Thousands of carers have lost a Supreme Court fight to be paid the minimum wage during overnight shifts – depriving them of an estimated £400million in back pay.

Supreme Court justice Lady Arden dismissed carers’ claim for £8.91-an-hour for over-23s when they are sleeping, but on call, during the night.

It comes after a landmark five-year legal battle by carers who sleep during an overnight shift – and have to wake up if needed. Five Supreme Court justices were asked to rule whether these “sleep-in” shifts should be paid the minimum wage.

Care firms including Mencap, who tried to stop the change, said the seismic case could have bankrupted small providers with an estimated £400million back pay bill stretching back several years.

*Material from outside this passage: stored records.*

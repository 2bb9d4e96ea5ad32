/** Reads a port from the environment; 0 asks the system for a free one. Throws on anything else than a port. */
export function portFrom(name: string, fallback: number): number {
  const text = process.env[name];
  if (text === undefined || text === '') return fallback;
  const port = Number(text);
  if (!Number.isInteger(port) || port < 0 || port > 65_535) throw new Error(`${name} is not a port: ${text}`);
  return port;
}

/** Stops the program on SIGTERM, SIGINT and when a parent that forked it goes away. */
export function stopOnSignal(stop: () => Promise<void>): void {
  let isStopping = false;
  const end = (): void => {
    if (isStopping) return;
    isStopping = true;
    void stop().finally(() => process.exit(0));
    setTimeout(() => process.exit(0), 2_000).unref();
  };
  process.on('SIGTERM', end);
  process.on('SIGINT', end);
  process.on('disconnect', end);
}
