describe('disputes', () => {
  test('A-13 takes amount and $15, gives the amount back when the evidence wins', async () => {
    const charge = await harness.paidCharge(100_000, 'pm_card_bypassPending');
    const before = await standing();
    await harness.outcome('dispute_opens', charge.id);
    const [dispute] = (await stripe.disputes.list({ charge: charge.id })).data;
    expect(dispute).toMatchObject({ status: 'needs_response', amount: 100_000, reason: 'fraudulent' });
    expect((await standing()).available).toBe(before.available - 101_500);
    expect(await stripe.charges.retrieve(charge.id)).toMatchObject({ disputed: true });
    await harness.webhook('platform', 'charge.dispute.funds_withdrawn', dispute!.id);
    await stripe.disputes.update(dispute!.id, { evidence: { uncategorized_text: 'winning_evidence' } });
    expect((await stripe.disputes.retrieve(dispute!.id)).status).toBe('under_review');
    await harness.advance({ hours: 2 });
    expect((await stripe.disputes.retrieve(dispute!.id)).status).toBe('won');
    expect((await standing()).available).toBe(before.available - 1_500);
    await harness.webhook('platform', 'charge.dispute.funds_reinstated', dispute!.id);
    await expectBooksToAgree();
  });

  test('A-13 lost by evidence, by accepting, by a press; the fee comes back by setting', async () => {
    const open = async () => {
      const charge = await harness.paidCharge(10_000, 'pm_card_bypassPending');
      await harness.outcome('dispute_opens', charge.id);
      return (await stripe.disputes.list({ charge: charge.id })).data[0]!.id;
    };
    const [byEvidence, accepted, pressed, won] = [await open(), await open(), await open(), await open()];
    await stripe.disputes.update(byEvidence, { evidence: { uncategorized_text: 'losing_evidence' } });
    await harness.advance({ hours: 2 });
    await stripe.disputes.close(accepted);
    await harness.outcome('dispute_lost', pressed);
    for (const id of [byEvidence, accepted, pressed])
      expect((await stripe.disputes.retrieve(id)).status).toBe('lost');
    await harness.control('POST', 'settings', { isDisputeFeeReturned: true });
    const before = await standing();
    await harness.outcome('dispute_won', won);
    expect((await standing()).available).toBe(before.available + 11_500);
    await expectBooksToAgree();
  });

  test('A-13 an inquiry moves no money until it becomes a dispute', async () => {
    const charge = await harness.paidCharge(10_000, 'pm_card_createDisputeInquiry');
    await harness.advance({ seconds: 2 });
    const [inquiry] = (await stripe.disputes.list({ charge: charge.id })).data;
    expect(inquiry).toMatchObject({ status: 'warning_needs_response', balance_transactions: [] });
    expect(await movements()).toHaveLength(1);
    await harness.outcome('inquiry_escalates', inquiry!.id);
    expect(await stripe.disputes.retrieve(inquiry!.id)).toMatchObject({ status: 'needs_response' });
    expect(await movements()).toHaveLength(2);
    const other = await harness.paidCharge(10_000);
    await harness.outcome('inquiry_opens', other.id);
    const [closed] = (await stripe.disputes.list({ charge: other.id })).data;
    await harness.outcome('dispute_won', closed!.id);
    expect((await stripe.disputes.retrieve(closed!.id)).status).toBe('warning_closed');
  });

  test('A-13 a bank debit knows no appeal: its dispute is lost as it comes', async () => {
    const charge = await harness.paidCharge(10_000, 'pm_usBankAccount_dispute');
    await harness.advance({ days: 7 });
    const [dispute] = (await stripe.disputes.list({ charge: charge.id })).data;
    expect(dispute).toMatchObject({ status: 'lost', reason: 'debit_not_authorized' });
    await harness.webhook('platform', 'charge.dispute.closed', dispute!.id);
    await expectBooksToAgree();
  });
});

describe('payouts and top-ups', () => {
  async function paidCrew(
    options: { bankAccountNumber?: string; manualPayouts?: boolean } = {},
  ): Promise<string> {
    const { id: crew } = await harness.onboardedAccount(options);
    const charge = await harness.paidCharge(100_000, 'pm_card_bypassPending');
    await stripe.transfers.create({
      amount: 80_000,
      currency: 'usd',
      destination: crew,
      source_transaction: charge.id,
    });
    return crew;
  }

  test('A-14 pending, in transit, paid; connect endpoint told each time', async () => {
    await startOnMonday();
    const crew = await paidCrew();
    const on = { stripeAccount: crew };
    const payout = await stripe.payouts.create({ amount: 50_000, currency: 'usd' }, on);
    expect(payout).toMatchObject({ status: 'pending', automatic: false });
    expect(await standing(crew)).toEqual({ available: 30_000, pending: 0 });
    await harness.advance({ days: 1 });
    expect((await stripe.payouts.retrieve(payout.id, {}, on)).status).toBe('in_transit');
    expect((await rejection(stripe.payouts.cancel(payout.id, {}, on))).statusCode).toBe(400);
    await harness.advance({ days: 1 });
    expect((await stripe.payouts.retrieve(payout.id, {}, on)).status).toBe('paid');
    const { event } = await harness.webhook('connect', 'payout.paid', payout.id);
    expect(event.account).toBe(crew);
    expect((await rejection(stripe.payouts.create({ amount: 30_001, currency: 'usd' }, on))).code).toBe(
      'balance_insufficient',
    );
    await expectBooksToAgree(crew);
  });

  test('A-14 a daily schedule pays out by itself and names the movements it covers', async () => {
    const crew = await paidCrew({ manualPayouts: false });
    const on = { stripeAccount: crew };
    await harness.advance({ days: 1 });
    const [payout] = (await stripe.payouts.list({}, on)).data;
    expect(payout).toMatchObject({ amount: 80_000, automatic: true });
    const covered = await stripe.balanceTransactions.list({ payout: payout!.id }, on);
    expect(covered.data.map(({ type }) => type).sort()).toEqual(['payment', 'payout']);
    expect(await standing(crew)).toEqual({ available: 0, pending: 0 });
  });

  test('A-14 a bounced payout brings the money back, marks the bank account and stops the schedule until a new one comes', async () => {
    const crew = await paidCrew({ bankAccountNumber: '000111111116', manualPayouts: false });
    const on = { stripeAccount: crew };
    await harness.advance({ days: 6 });
    const [payout, ...others] = (await stripe.payouts.list({}, on)).data;
    expect(others).toEqual([]);
    expect(payout).toMatchObject({ status: 'failed', failure_code: 'no_account' });
    expect(await standing(crew)).toEqual({ available: 80_000, pending: 0 });
    const account = await stripe.accounts.retrieve(crew);
    expect(account).toMatchObject({
      payouts_enabled: false,
      external_accounts: { data: [{ status: 'errored' }] },
    });
    expect(account.requirements?.currently_due).toContain('external_account');
    await harness.webhook('connect', 'account.external_account.updated');
    await harness.control('POST', 'onboard', { account: crew });
    await harness.advance({ days: 6 });
    expect((await stripe.payouts.list({}, on)).data[0]).toMatchObject({ status: 'paid', amount: 80_000 });
    await expectBooksToAgree(crew);
  });

  test('A-14 a payout may fail after it was paid; cancel and reverse give the money back', async () => {
    const crew = await paidCrew();
    const on = { stripeAccount: crew };
    const canceled = await stripe.payouts.create({ amount: 10_000, currency: 'usd' }, on);
    await stripe.payouts.cancel(canceled.id, {}, on);
    expect((await standing(crew)).available).toBe(80_000);
    const paid = await stripe.payouts.create({ amount: 10_000, currency: 'usd' }, on);
    await harness.outcome('payout_paid', paid.id);
    const back = await stripe.payouts.reverse(paid.id, {}, on);
    expect(back).toMatchObject({ amount: -10_000, original_payout: paid.id });
    await harness.advance({ days: 6 });
    expect((await standing(crew)).available).toBe(80_000);
    const late = await stripe.payouts.create({ amount: 10_000, currency: 'usd' }, on);
    await harness.outcome('payout_paid', late.id);
    await harness.outcome('payout_failed', late.id, 'account_closed');
    expect(await stripe.payouts.retrieve(late.id, {}, on)).toMatchObject({
      status: 'failed',
      failure_code: 'account_closed',
    });
    expect((await standing(crew)).available).toBe(80_000);
    await expectBooksToAgree(crew);
  });

  test('A-15 a top-up arrives after a business day and funds the platform', async () => {
    await startOnMonday();
    const topup = await stripe.topups.create({
      amount: 25_000,
      currency: 'usd',
      statement_descriptor: 'Float',
    });
    expect(topup.status).toBe('pending');
    expect(await standing()).toEqual({ available: 0, pending: 0 });
    await harness.advance({ days: 1 });
    expect((await stripe.topups.retrieve(topup.id)).status).toBe('succeeded');
    expect(await standing()).toEqual({ available: 25_000, pending: 0 });
    await harness.webhook('platform', 'topup.succeeded', topup.id);
  });
});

Care England added paying minimum wage for sleep-ins could have cost the sector £200million a year into the future.

But a QC for Claire Tomlinson-Blake, a carer for two autistic men in East Yorkshire who first brought the case in 2016, had argued she was “like a nightwatchman”.

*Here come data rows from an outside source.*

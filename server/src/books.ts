import 'reflect-metadata';
import { Sequelize } from 'sequelize';
import { Books } from './ledger/books.ts';
import { LedgerSeals } from './ledger/seals.ts';
import { Incidents } from './payments/incidents.ts';
import { Reconciliation } from './payments/reconcile.ts';
import { readConfig, type Config } from './platform/config/config.ts';
import { UnitOfWork } from './platform/database/unit-of-work.ts';
import { createStripeClient } from './platform/stripe/stripe-client.ts';

const dollars = new Intl.NumberFormat('en-US', { style: 'currency', currency: 'USD' });
const show = (holds: boolean, id: string, what: string) =>
  console.log(`${holds ? 'ok    ' : 'BROKEN'}  ${id.padEnd(5)}  ${what}`);

/** Prints the trial balance, every rule of the books and the comparison with the provider. Gives whether all hold. */
async function checkBooks(config: Config): Promise<boolean> {
  const sequelize = new Sequelize(config.databaseUrl, { logging: false, pool: { max: 4 } });
  try {
    const uow = new UnitOfWork(sequelize);
    const seals = new LedgerSeals(uow);
    const books = new Books(uow, seals);
    await seals.sealAll();
    for (const { book, accounts, sumCents } of await books.trialBalance()) {
      console.log(`Book "${book}": ${accounts.length} accounts, sum ${dollars.format(sumCents / 100)}`);
    }
    const checks = await books.checks(true);
    for (const { id, name, failures } of checks)
      show(failures === 0, id, failures === 0 ? name : `${name}: ${failures}`);
    const reconciliation = new Reconciliation(uow, new Incidents(uow), createStripeClient(config));
    const differences = await reconciliation.run();
    show(differences.length === 0, 'B-I7', 'the books say what the provider says');
    for (const { kind, subject, detail } of differences)
      console.log(`        ${kind}  ${subject}: ${detail}`);
    return checks.every(({ failures }) => failures === 0) && differences.length === 0;
  } finally {
    await sequelize.close();
  }
}

try {
  process.exitCode = (await checkBooks(readConfig())) ? 0 : 1;
} catch (error) {
  console.error(error instanceof Error ? error.message : 'The books could not be read');
  process.exitCode = 2;
}
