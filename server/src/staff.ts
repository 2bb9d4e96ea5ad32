import 'reflect-metadata';
import { randomBytes } from 'node:crypto';
import { parseArgs } from 'node:util';
import { Sequelize } from 'sequelize-typescript';
import { z } from 'zod';
import { textSchema } from '@kerfyard/common/api';
import { emailSchema, passwordSchema } from '@kerfyard/common/people';
import { Accounts } from './people/accounts.ts';
import { Company } from './people/company.model.ts';
import { Membership } from './people/membership.model.ts';
import { Crew, Truck } from './people/unit.models.ts';
import { Audit } from './platform/audit/audit.ts';
import { Passwords } from './platform/auth/passwords.ts';
import { readConfig, type Config } from './platform/config/config.ts';
import { KeyVault } from './platform/crypto/key-vault.ts';
import { UnitOfWork } from './platform/database/unit-of-work.ts';

const USAGE = 'staff --email ada@kerfyard.example --name "Ada Quill" [--password "…"]';

const optionsSchema = z.object({
  email: emailSchema,
  name: textSchema(120),
  password: passwordSchema.optional(),
});
type StaffOptions = z.infer<typeof optionsSchema>;

/** @throws Error that lists every fault and the usage */
function readOptions(): StaffOptions {
  const { values } = parseArgs({
    options: { email: { type: 'string' }, name: { type: 'string' }, password: { type: 'string' } },
  });
  const parsed = optionsSchema.safeParse(values);
  if (parsed.success) return parsed.data;
  const faults = parsed.error.issues.map((issue) => `  --${issue.path.join('.')}: ${issue.message}`);
  throw new Error([`Usage: ${USAGE}`, ...faults].join('\n'));
}

/** Makes a staff person; nobody becomes staff by the app itself. Gives the password when it was made here. */
async function makeStaff(config: Config, options: StaffOptions): Promise<string | null> {
  const sequelize = new Sequelize(config.databaseUrl, {
    logging: false,
    pool: { max: 1 },
    models: [Company, Crew, Truck, Membership],
  });
  try {
    const uow = new UnitOfWork(sequelize);
    const accounts = new Accounts(Company, Membership, uow, new KeyVault(config));
    const audit = new Audit(uow);
    const password = options.password ?? randomBytes(15).toString('base64url');
    const passwordHash = await new Passwords().hash(password);
    await uow.run(async (tx) => {
      const userId = await accounts.createPerson(tx, { ...options, passwordHash }, true);
      if (userId === null) throw new Error(`${options.email} has an account already. Nothing was changed.`);
      await audit.write(tx, { actor: null, action: 'staff.made', subject: { type: 'user', id: userId } });
    });
    return options.password === undefined ? password : null;
  } finally {
    await sequelize.close();
  }
}

try {
  const options = readOptions();
  const password = await makeStaff(readConfig(), options);
  console.log(`${options.name} (${options.email}) is staff now.`);
  if (password !== null) console.log(`Password, shown this once: ${password}`);
} catch (error) {
  console.error(error instanceof Error ? error.message : 'No staff person was made');
  process.exitCode = 1;
}
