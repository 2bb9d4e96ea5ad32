import type { IncomingMessage, Server, ServerResponse } from 'node:http';
import type { AddressInfo } from 'node:net';
import type { SafeHtml } from './html.ts';

/** The client sent more than a stand-in is willing to read. */
export class BodyTooLargeError extends Error {}

/** Reads a request body as text. Throws BodyTooLargeError beyond `limitBytes`. */
export async function readBody(request: IncomingMessage, limitBytes = 1_000_000): Promise<string> {
  const chunks: Buffer[] = [];
  let sizeBytes = 0;
  for await (const chunk of request) {
    sizeBytes += (chunk as Buffer).length;
    if (sizeBytes > limitBytes) throw new BodyTooLargeError();
    chunks.push(chunk as Buffer);
  }
  return Buffer.concat(chunks).toString('utf8');
}

/**
 * The address to bind for a host name. Stand-ins are called `localhost` so that they share no cookies with the
 * app at 127.0.0.1, but they bind IPv4: binding the name takes whichever family the resolver lists first.
 */
export function bindAddress(host: string): string {
  return host === 'localhost' ? '127.0.0.1' : host;
}

/** Listens and resolves with the port in use (pass 0 for a free one). Rejects when the port is taken. */
export async function listen(server: Server, port: number, host: string): Promise<number> {
  await new Promise<void>((resolve, reject) => {
    server.once('error', reject);
    server.listen(port, bindAddress(host), () => {
      server.off('error', reject);
      resolve();
    });
  });
  return (server.address() as AddressInfo).port;
}

/** Stops a server at once: idle and busy connections are closed. */
export async function closeServer(server: Server): Promise<void> {
  await new Promise<void>((resolve) => {
    server.close(() => resolve());
    server.closeAllConnections();
  });
}

const PAGE_HEADERS = {
  'Content-Type': 'text/html; charset=utf-8',
  'Cache-Control': 'no-store',
  'X-Content-Type-Options': 'nosniff',
  'Referrer-Policy': 'same-origin',
};

/**
 * Sends a page. The policy allows this server's own style sheet and no script at all.
 * `formTargets` lists origins a form's redirect may lead to: browsers apply form-action to redirects too.
 */
export function sendPage(
  response: ServerResponse,
  page: SafeHtml,
  options: { status?: number; formTargets?: readonly string[] } = {},
): void {
  const formAction = ["'self'", ...(options.formTargets ?? [])].join(' ');
  response.writeHead(options.status ?? 200, {
    ...PAGE_HEADERS,
    'Content-Security-Policy': `default-src 'none'; style-src 'self'; img-src 'self' data:; frame-src 'self'; frame-ancestors 'self'; base-uri 'none'; form-action ${formAction}`,
  });
  response.end(`<!doctype html>\n${page.text}`);
}

/** Whether a browser sends this on behalf of another site: stand-ins take no orders from there. */
export function isFromAnotherSite(request: IncomingMessage): boolean {
  return request.method !== 'GET' && request.headers['sec-fetch-site'] === 'cross-site';
}

/** Sends JSON with a status. */
export function sendJson(response: ServerResponse, status: number, body: unknown): void {
  response.writeHead(status, { 'Content-Type': 'application/json', 'Cache-Control': 'no-store' });
  response.end(JSON.stringify(body, null, 2));
}

/** Sends a style sheet. */
export function sendStyle(response: ServerResponse, css: string): void {
  response.writeHead(200, { 'Content-Type': 'text/css; charset=utf-8', 'Cache-Control': 'no-cache' });
  response.end(css);
}

/** Redirects after a form so that a reload does not send it again. */
export function seeOther(response: ServerResponse, location: string): void {
  response.writeHead(303, { Location: location });
  response.end();
}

The ruling came at the Supreme Court - the highest legal authority in the UK
The ruling came at the Supreme Court – the highest legal authority in the UK

Mencap paid her £29.05 per night for sleeping between 10pm and 7am while keeping a “listening ear” for any problems – and she was asked to intervene six times in 16 months.

Mencap said it now pays minimum wage for sleep-ins, but would have faced a £15m back pay bill for previous years if the appeal had succeeded.

The charity argued that cost, an estimated £400m across the industry, would hit small providers and individuals who pay out of personal budgets.

Labour and the GMB union, on the other hand, have demanded carers get paid what they deserve. Mencap accept the “out of date and unfair” rules need changing in the future, regardless of today’s judgment.

The row surrounded rules drawn up two decades ago, which said minimum wage only had to be paid in full while carers are awake.

After two employment tribunals, including Ms Tomlinson-Blake’s, new guidance in October 2016 said at-home carers should receive minimum wage even if they were asleep.

But Mencap won a Court of Appeal ruling against that policy in July 2018. Ms Tomlinson-Blake then appealed to the Supreme Court, the highest legal authority in the UK.

Carer John Shannon also brought his appeal to the same Supreme Court case, after he spent years sleeping overnight at the Clifton House care home in Surrey.

He claimed if he had been paid minimum wage for all the time he slept on call, he could have been paid almost £240,000 extra. However, unlike Ms Tomlinson-Blake, his case was rejected by the original tribunal.